The biosynthesis and metabolism of steroid hormones is complex. Although the measurement of individual steroids has routinely been employed for the diagnosis of endocrine conditions for many years, advances in technology now allow for the high throughput profiling of comprehensive steroid panels, thereby offering significantly more information and diagnostic power. Furthermore, the use of unbiased computational approaches such as machine learning allows for the development and implementation of steroid metabolomics analysis, which has the potential to not only improve, accelerate and automate diagnostics, but also to lead to improvements in treatment monitoring and prognostic prediction. Nonetheless, a detailed understanding of steroid biosynthesis and the principles that govern steroid metabolism and excretion remains fundamental to the accurate interpretation of metabolomics data as well as the improvement of our understanding of associated disorders.

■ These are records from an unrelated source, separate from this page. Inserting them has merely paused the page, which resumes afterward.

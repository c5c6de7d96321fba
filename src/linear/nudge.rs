//! Small changes of all coefficients.

use crate::model::{ConditionValue, Layout, Linearised};
use crate::tolerance;

/// A relative change of all coefficients, by which the sensitivity of the answer to the rounding of the
/// data is felt: every coefficient of an equation gets the factor 1 + size or 1 - size.
#[derive(Debug, Clone, Copy, PartialEq)]
pub(crate) struct Perturbation {
    /// Relative size; 0 changes nothing.
    size: f64,
    /// Which signs: 0, 1, 2 alternate by a bit of the column's number, so that any two of eight neighbouring
    /// coefficients of an equation differ in one of the three; from 3 on by a hash that also differs from piece to piece.
    pattern: u32,
}

impl Perturbation {
    /// No change.
    pub const NONE: Self = Self { size: 0.0, pattern: 0 };
    /// Number of patterns that make a good sample.
    pub const PATTERNS: u32 = 4;

    /// A change of the usual size with one of the patterns.
    pub fn nudge(pattern: u32) -> Self {
        Self { size: tolerance::NUDGE, pattern }
    }

    fn factor(&self, piece: usize, row: usize, column: usize) -> f64 {
        let by_bits = self.pattern < 3;
        let parts = if by_bits { [0, row as u64, 0] } else { [piece as u64 + 1, row as u64, column as u64] };
        // splitmix64, one step per part
        let mut h = 2385 + u64::from(self.pattern);
        for part in parts {
            h = (h ^ part).wrapping_add(0x9E37_79B9_7F4A_7C15);
            h = (h ^ (h >> 30)).wrapping_mul(0xBF58_476D_1CE4_E5B9);
            h = (h ^ (h >> 27)).wrapping_mul(0x94D0_49BB_1331_11EB);
            h ^= h >> 31;
        }
        let bit = if by_bits { (column >> self.pattern) as u64 & 1 } else { 0 };
        if (h >> 63) ^ bit == 0 { 1.0 + self.size } else { 1.0 - self.size }
    }

    pub fn apply(&self, piece: usize, layout: &Layout, n: usize, equations: &mut Linearised) {
        if self.size == 0.0 {
            return;
        }
        let (jets, constants) = (layout.jets(), layout.constants());
        for row in 0..layout.unknowns() {
            let multiply = |values: &mut [f64], column: usize| {
                let factor = self.factor(piece, row, column);
                values.iter_mut().for_each(|v| *v *= factor);
            };
            for jet in 0..jets {
                multiply(&mut equations.jets[(row * jets + jet) * n..][..n], jet);
            }
            for c in 0..constants {
                multiply(&mut equations.constants[(row * constants + c) * n..][..n], jets + c);
            }
            multiply(&mut equations.residual[row * n..][..n], jets + constants);
        }
    }

    pub fn apply_condition(&self, index: usize, value: &mut ConditionValue) {
        if self.size == 0.0 {
            return;
        }
        let row = 1_000_000 + index;
        let entries = value.jets.iter_mut().chain(value.constants.iter_mut()).chain([&mut value.residual]);
        for (column, entry) in entries.enumerate() {
            *entry *= self.factor(0, row, column);
        }
    }
}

Declaration of Competing Interest

W.A. is an inventor on a patent for the use of steroid profiling as a biomarker tool in the differential diagnosis of steroid-producing and steroid-dependent tumors (PCT/GB2010/000274). All other authors did not declare a conflict of interest.

Acknowledgements

We would like to thank Trish Storbeck for the preparation of the figures. This work was supported by the Wellcome Trust (Investigator Grant WT209492/Z/17/Z, to W.A.), the Medical Research Council UK (MR/R017913/1, to E.S.B.), and the Academy of Medical Sciences UK (Newton Advanced Fellowship NAF004\1002, to K.-H.S.). W.A. receives support from the National Institute for Health Research (NIHR) Birmingham Biomedical Research Centre at the University Hospitals Birmingham NHS Foundation Trust and the University of Birmingham (Grant Reference Number BRC-1215-20009). The views expressed are those of the author(s) and not necessarily those of the NIHR or the Department of Health and Social Care.